HOW TO COMPLETE THIS TASK: Where in the records does the word "semibold" occur? Copy each line in which it does.

Stored items:
####################
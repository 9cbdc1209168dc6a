"""Lowering expressions: operators, comparisons, and/or, conditionals, names."""

from __future__ import annotations

import libcst as cst

from gradwright.calculus.primitives import BINARY_OPERATORS, MATH_CONSTANTS
from gradwright.calculus.rules import RULES
from gradwright.diagnostics import fail
from gradwright.ir import (
    Atom,
    Branch,
    Const,
    Let,
    Phi,
    Var,
)
from gradwright.lowering.base import (
    _TRUTH_OPS,
    _Reported,
    _Tuple,
    _Unbound,
)
from gradwright.lowering.frontend import (
    literal_value,
)
from gradwright.lowering.syntax import (
    _BINARY_SYMBOLS,
    _COMPARE_OPS,
    _EXPRESSION_REJECTIONS,
    _normalize_number,
)

#: list primitives adjoints flow through (as sweeps.reverse._LIST_FLOW)
_LIST_FLOW = frozenset(
    {"getitem", "setitem", "append", "newlist", "listlit", "sum", "fsum"}
)
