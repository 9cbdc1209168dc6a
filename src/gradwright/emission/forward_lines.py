"""The forward sweep's lines: the model's statements with the values the reverse
sweep needs stored, saved per loop iteration (``x_saved[i] = x``) or counted."""

from __future__ import annotations

import itertools
from collections.abc import Iterator
from functools import cached_property

from gradwright.calculus.primitives import OPS
from gradwright.emission.copied import copied_lines
from gradwright.emission.emitting import EmitterBase, Lines, negation
from gradwright.emission.layout_tapes import iteration_values
from gradwright.ir import (
    Apply,
    Atom,
    Branch,
    Const,
    Expr,
    Let,
    Loop,
    Stmt,
    Var,
)

#: operators a model may write as augmented assignments that print back so
_AUGMENT = frozenset({"add", "sub", "mul", "div"})
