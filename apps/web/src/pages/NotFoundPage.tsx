import { Link } from "react-router";
import { buttonClasses } from "../components/Button";

export function NotFoundPage() {
  return (
    <div className="max-w-lg py-8">
      <p className="text-sm font-medium text-ochre-600">Not found</p>
      <h1 className="mt-1 text-2xl font-semibold text-ink-900">Nothing lives at this address</h1>
      <p className="mt-2 text-paper-700">
        The page may have moved, or the project may not be shared with you.
      </p>
      <Link to="/projects" className={`${buttonClasses("secondary")} mt-6`}>
        Back to projects
      </Link>
    </div>
  );
}
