import { isRouteErrorResponse, Link, useRouteError } from "react-router";
import { describeError } from "../api/client";
import { buttonClasses } from "../components/Button";
import { Wordmark } from "../components/Logo";

/** Last resort for a route that failed to load (e.g. a chunk missing after a deploy) or threw. */
export function RouteErrorPage() {
  const error = useRouteError();
  const message = isRouteErrorResponse(error) ? `${error.status} ${error.statusText}` : describeError(error);
  return (
    <div className="mx-auto max-w-lg px-6 py-16">
      <Wordmark />
      <h1 className="mt-8 text-2xl font-semibold text-ink-900">This page could not be shown</h1>
      <p className="mt-2 text-paper-700">{message}</p>
      <div className="mt-6 flex gap-3">
        <button type="button" className={buttonClasses("primary")} onClick={() => window.location.reload()}>
          Reload
        </button>
        <Link to="/projects" className={buttonClasses("secondary")}>
          Go to projects
        </Link>
      </div>
    </div>
  );
}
####################
SOLUTION TO THIS EXERCISE:
      <h1 className="mt-1 text-2xl font-semibold text-ink-900">Nothing lives at this address</h1>
      <h1 className="mt-8 text-2xl font-semibold text-ink-900">This page could not be shown</h1>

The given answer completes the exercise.